§ **Source data**
//! A printable figure of V(t) as SVG (plotters' SVG backend, no system fonts): the trace, each
//! species' reversal potential as a labelled dashed line (following the run where the species'
//! concentrations change, as the window draws it), the GHK potential, and the protocol's events
//! marked on the time axis.

use plotters::prelude::*;

use crate::analysis::decimate::{Envelope, decimate_min_max};
use crate::analysis::rest_report;
use crate::engine::{EngineError, Model, Readout, Trace};
use crate::palette::{potential_rgb, species_rgb};
use crate::scenario::{Event, Scenario, Valid, Wording};

/// Everything the figure shows.
#[derive(Debug, Clone)]
pub struct Figure<'a> {
    pub title: String,
    pub t_ms: &'a [f64],
    pub v_mv: &'a [f64],
    pub reversals: Vec<Reversal>,
    pub ghk_mv: Option<f64>,
    pub events: Vec<EventBand>,
    pub duration_ms: f64,
}

/// A species' reversal potential line.
#[derive(Debug, Clone, PartialEq)]
pub struct Reversal {
    pub name: String,
    /// Its colour's index in the palette (the species' index in the scenario).
    pub palette: usize,
    /// `None` where it is undefined (a concentration of 0).
    pub e_mv: Option<f64>,
    /// `[t ms, E mV]` along the run, thinned, when the species' concentrations change in it
    /// (a bath change, tracked inside concentrations); empty for a line that stays at `e_mv`.
    pub along: Vec<[f64; 2]>,
}

/// An event as a labelled time span.
#[derive(Debug, Clone, PartialEq)]
pub struct EventBand {
    pub label: String,
    pub from_ms: f64,
    pub until_ms: f64,
}

/// Why the figure could not be made.
#[derive(Debug, thiserror::Error)]
pub enum FigureError {
    #[error("could not draw the figure: {0}")]
    Draw(String),
    #[error("could not write the figure: {0}")]
    Write(String),
}

/// Columns the trace is thinned to: at most about 6000 points, a fine line at the figure's
/// 1000 pixels.
pub const TRACE_COLUMNS: usize = 3000;

/// The figure of a run of `s`: its title, the trace `t_ms`/`v_mv`, each species' reversal
/// potential and the GHK potential at the scenario's starting conditions, and its events. The
/// command line's `run --svg` and the window's export both draw this, so they match.
pub fn figure_for<'a>(s: &Valid, t_ms: &'a [f64], v_mv: &'a [f64]) -> Result<Figure<'a>, EngineError> {
    let report = rest_report(s)?;
    Ok(Figure {
        title: s.title.clone(),
        t_ms,
        v_mv,
        reversals: report
            .species
            .iter()
            .enumerate()
            .map(|(i, r)| Reversal {
                name: r.name.clone(),
                palette: i,
                e_mv: r.reversal_mv,
                along: Vec::new(),
            })
            .collect(),
        ghk_mv: report.ghk_mv.ok(),
        events: event_spans(s),
        duration_ms: s.run.duration_ms,
    })
}

/// The moving reversal potentials of a run, gathered sample by sample as the run streams (the
/// command line) or from values already computed (the window), each thinned like the trace.
/// Every value comes from [`Model::reversal_mv`], the computation the window's plots draw.
#[derive(Debug, Clone)]
pub struct Tracks {
    /// Per species: the thinned line, for a species whose concentrations change in the run.
    lines: Vec<Option<Envelope>>,
    readout: Readout,
    y: Vec<f64>,
    t: Vec<f64>,
    e: Vec<Vec<f64>>,
}

impl Tracks {
    /// Empty lines for each species of `model` whose concentrations change during a run of
    /// `duration_ms`.
    pub fn new(model: &Model, duration_ms: f64) -> Tracks {
        let mut tracks = Tracks::of(&model.concentrations_vary(), duration_ms);
        tracks.readout = model.readout();
        tracks
    }

    /// Empty lines for the species marked in `varying` (in scenario order).
    pub fn of(varying: &[bool], duration_ms: f64) -> Tracks {
        Tracks {
            lines: varying
                .iter()
                .map(|v| v.then(|| Envelope::new((0.0, duration_ms), TRACE_COLUMNS)))
                .collect(),
            readout: Readout::default(),
            y: Vec::new(),
            t: Vec::new(),
            e: vec![Vec::new(); varying.len()],
        }
    }

    /// Takes in every sample `trace` now holds (read once each: call it after each chunk of a
    /// run, before the chunk is discarded).
    pub fn extend(&mut self, model: &Model, trace: &Trace) {
        if self.lines.iter().all(Option::is_none) {
            return;
        }
        self.t.clear();
        self.e.iter_mut().for_each(Vec::clear);
        self.y.resize(trace.columns.len(), 0.0);
        for k in 0..trace.len() {
            trace.state(k, &mut self.y);
            model.read(trace.t_ms[k], &self.y, &mut self.readout);
            self.t.push(trace.t_ms[k]);
            for (s, col) in self.e.iter_mut().enumerate() {
                let e = match self.lines.get(s) {
                    Some(Some(_)) => model.reversal_mv(s, &self.readout.conditions),
                    _ => None,
                };
                col.push(e.unwrap_or(f64::NAN));
            }
        }
        for (line, e) in self.lines.iter_mut().zip(&self.e) {
            if let Some(line) = line {
                line.extend(&self.t, e);
            }
        }
    }

    /// Takes in the reversal potential of species `s` at the times `t_ms` (not a number where
    /// it is undefined), as the window keeps it.
    pub fn extend_species(&mut self, s: usize, t_ms: &[f64], e_mv: &[f64]) {
        if let Some(Some(line)) = self.lines.get_mut(s) {
            line.extend(t_ms, e_mv);
        }
    }

    /// Puts the lines into the figure: each moving species' line follows its values, and its
    /// label reads the last one.
    pub fn apply(&self, fig: &mut Figure) {
        for (r, line) in fig.reversals.iter_mut().zip(&self.lines) {
            let Some(line) = line else { continue };
            let (t, e) = line.points();
            if t.is_empty() {
                continue;
            }
            r.along = t.into_iter().zip(e).map(|(t, e)| [t, e]).collect();
            r.e_mv = r.along.last().map(|p| p[1]);
        }
    }
}

/// Events of a scenario as labelled time spans, clipped to the run (a bath change marks only
/// its moment: the figure gives it a thin band).
pub fn event_spans(s: &Scenario) -> Vec<EventBand> {
    s.protocol
        .iter()
        .map(|e| {
            let (from_ms, until) = e.span_ms();
            let end = until.unwrap_or(s.run.duration_ms).min(s.run.duration_ms);
            EventBand {
                label: e.summary(Wording::Standalone),
                from_ms,
                until_ms: if matches!(e, Event::BathChange { .. } | Event::BathExchange { .. }) {
                    from_ms
                } else {
                    end
                },
            }
        })
        .collect()
}

fn rgb((r, g, b): (u8, u8, u8)) -> RGBColor {
    RGBColor(r, g, b)
}

/// `text` with each control character (a tab, a line break, an escape) as a space: XML 1.0
/// cannot hold most of them, and a one-line caption shows none. Names and labels are refused
/// with control characters by validation; a title may hold line breaks.
fn printable(text: &str) -> String {
    text.chars()
        .map(|c| if c.is_control() { ' ' } else { c })
        .collect()
}

/// Renders the figure as SVG text.
pub fn render(fig: &Figure) -> Result<String, FigureError> {
    let mut out = String::new();
    {
        let root = SVGBackend::with_string(&mut out, (1000, 620)).into_drawing_area();
        draw(&root, fig).map_err(|e| FigureError::Draw(e.to_string()))?;
        root.present().map_err(|e| FigureError::Write(e.to_string()))?;
    }
    Ok(out)
}

/// A labelled horizontal line: a reversal potential or the GHK potential.
struct Level {
    /// Where the line is drawn (clamped into the axis) and where its label goes (moved clear
    /// of its neighbours).
    y: f64,
    label_y: f64,
    note: String,
    color: RGBColor,
    /// Long dashes for a species, short ones for the GHK potential.
    long_dashes: bool,
    /// Where a moving line goes, `(t ms, mV)` in time order; it stays at its last value (`y`)
    /// to the end of the axis. Empty for a line at `y` throughout.
    along: Vec<(f64, f64)>,
}

fn draw<DB: DrawingBackend>(
    root: &DrawingArea<DB, plotters::coord::Shift>,
    fig: &Figure,
) -> Result<(), DrawingAreaErrorKind<DB::ErrorType>> {
    root.fill(&WHITE)?;
    let t_end = fig
        .duration_ms
        .max(fig.t_ms.last().copied().unwrap_or(0.0))
        .max(1e-9);
    let mut lo = fig.v_mv.iter().copied().fold(f64::INFINITY, f64::min);
    let mut hi = fig.v_mv.iter().copied().fold(f64::NEG_INFINITY, f64::max);
    // Reversal lines within a plausible window widen the axis; far-off ones are labelled at the edge.
    let moving = fig.reversals.iter().flat_map(|r| r.along.iter().map(|p| p[1]));
    for v in fig
        .reversals
        .iter()
        .filter_map(|r| r.e_mv)
        .chain(fig.ghk_mv)
        .chain(moving)
    {
        if v.abs() <= 200.0 {
            lo = lo.min(v);
            hi = hi.max(v);
        }
    }
    if !lo.is_finite() || !hi.is_finite() {
        (lo, hi) = (-100.0, 50.0);
    }
    let pad = ((hi - lo) * 0.08).max(2.0);
    let (lo, hi) = (lo - pad, hi + pad);
    let mut chart = ChartBuilder::on(root)
        .caption(printable(&fig.title), ("sans-serif", 24))
        .margin(16)
        .x_label_area_size(52)
        .y_label_area_size(72)
        .margin_right(150)
        .build_cartesian_2d(0.0..t_end, lo..hi)?;
    chart
        .configure_mesh()
        .x_desc("time (ms)")
        .y_desc("membrane potential (mV)")
        .axis_desc_style(("sans-serif", 18))
        .label_style(("sans-serif", 15))
        .light_line_style(RGBColor(235, 235, 235))
        .draw()?;
    // Events: shaded bands from their start to their end, with the label above.
    for (i, band) in fig.events.iter().enumerate() {
        let from = band.from_ms;
        let until = if band.until_ms > from {
            band.until_ms
        } else {
            from + t_end * 0.003
        };
        let shade = RGBColor(120, 120, 120).mix(0.12);
        chart.draw_series(std::iter::once(Rectangle::new(
            [(from, lo), (until, hi)],
            shade.filled(),
        )))?;
        let y = hi - (hi - lo) * (0.04 + 0.05 * (i % 4) as f64);
        chart.draw_series(std::iter::once(Text::new(
            band.label.clone(),
            (from, y),
            ("sans-serif", 14).into_font(),
        )))?;
    }
    // Horizontal reference lines, labelled at the right end; labels closer than a line of text
    // are pushed apart so that none hides another.
    let mut lines: Vec<Level> = Vec::new();
    for r in &fig.reversals {
        let Some(e) = r.e_mv else { continue };
        let shown = e.clamp(lo, hi);
        let name = &r.name;
        let note = if (shown - e).abs() > 1e-9 {
            format!("E {name} {e:.1} mV (off scale)")
        } else {
            format!("E {name} {e:.1} mV")
        };
        lines.push(Level {
            y: shown,
            label_y: shown,
            note,
            color: rgb(species_rgb(r.palette)),
            long_dashes: true,
            along: r
                .along
                .iter()
                .map(|p| (p[0].clamp(0.0, t_end), p[1].clamp(lo, hi)))
                .collect(),
        });
    }
    if let Some(g) = fig.ghk_mv.filter(|g| *g > lo && *g < hi) {
        lines.push(Level {
            y: g,
            label_y: g,
            note: format!("GHK {g:.1} mV"),
            color: RGBColor(110, 110, 110),
            long_dashes: false,
            along: Vec::new(),
        });
    }
    lines.sort_by(|a, b| a.y.total_cmp(&b.y));
    let gap = (hi - lo) * 0.04;
    for i in 1..lines.len() {
        if lines[i].label_y - lines[i - 1].label_y < gap {
            lines[i].label_y = lines[i - 1].label_y + gap;
        }
    }
    for line in &lines {
        let (dash, space, width) = if line.long_dashes { (8, 5, 2) } else { (3, 4, 1) };
        // A moving line starts at its first sample and, past its last, goes on at its last
        // value, so that it spans the whole time axis as the window draws it.
        let mut path = line.along.clone();
        match path.last() {
            Some(&(t, e)) if t < t_end => path.push((t_end, e)),
            Some(_) => {}
            None => path = vec![(0.0, line.y), (t_end, line.y)],
        }
        chart.draw_series(DashedLineSeries::new(
            path,
            dash,
            space,
            line.color.stroke_width(width),
        ))?;
        let pos = (t_end + t_end * 0.01, line.label_y + (hi - lo) * 0.012);
        chart.draw_series(std::iter::once(Text::new(
            line.note.clone(),
            pos,
            ("sans-serif", 14).into_font().color(&line.color),
        )))?;
    }
    // The smallest and largest sample per column, so that a long trace draws the same
    // envelope with a small file.
    let span = (
        fig.t_ms.first().copied().unwrap_or(0.0),
        fig.t_ms.last().copied().unwrap_or(0.0),
    );
    let pts = decimate_min_max(fig.t_ms, fig.v_mv, span, TRACE_COLUMNS)
        .into_iter()
        .map(|[t, v]| (t, v));
    chart.draw_series(LineSeries::new(pts, rgb(potential_rgb()).stroke_width(2)))?;
    Ok(())
}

§ **What the task asks**
Which lines contain "EngineError"? Copy each of them from the listing.

§ **Exercise result**
use crate::engine::{EngineError, Model, Readout, Trace};
pub fn figure_for<'a>(s: &Valid, t_ms: &'a [f64], v_mv: &'a [f64]) -> Result<Figure<'a>, EngineError> {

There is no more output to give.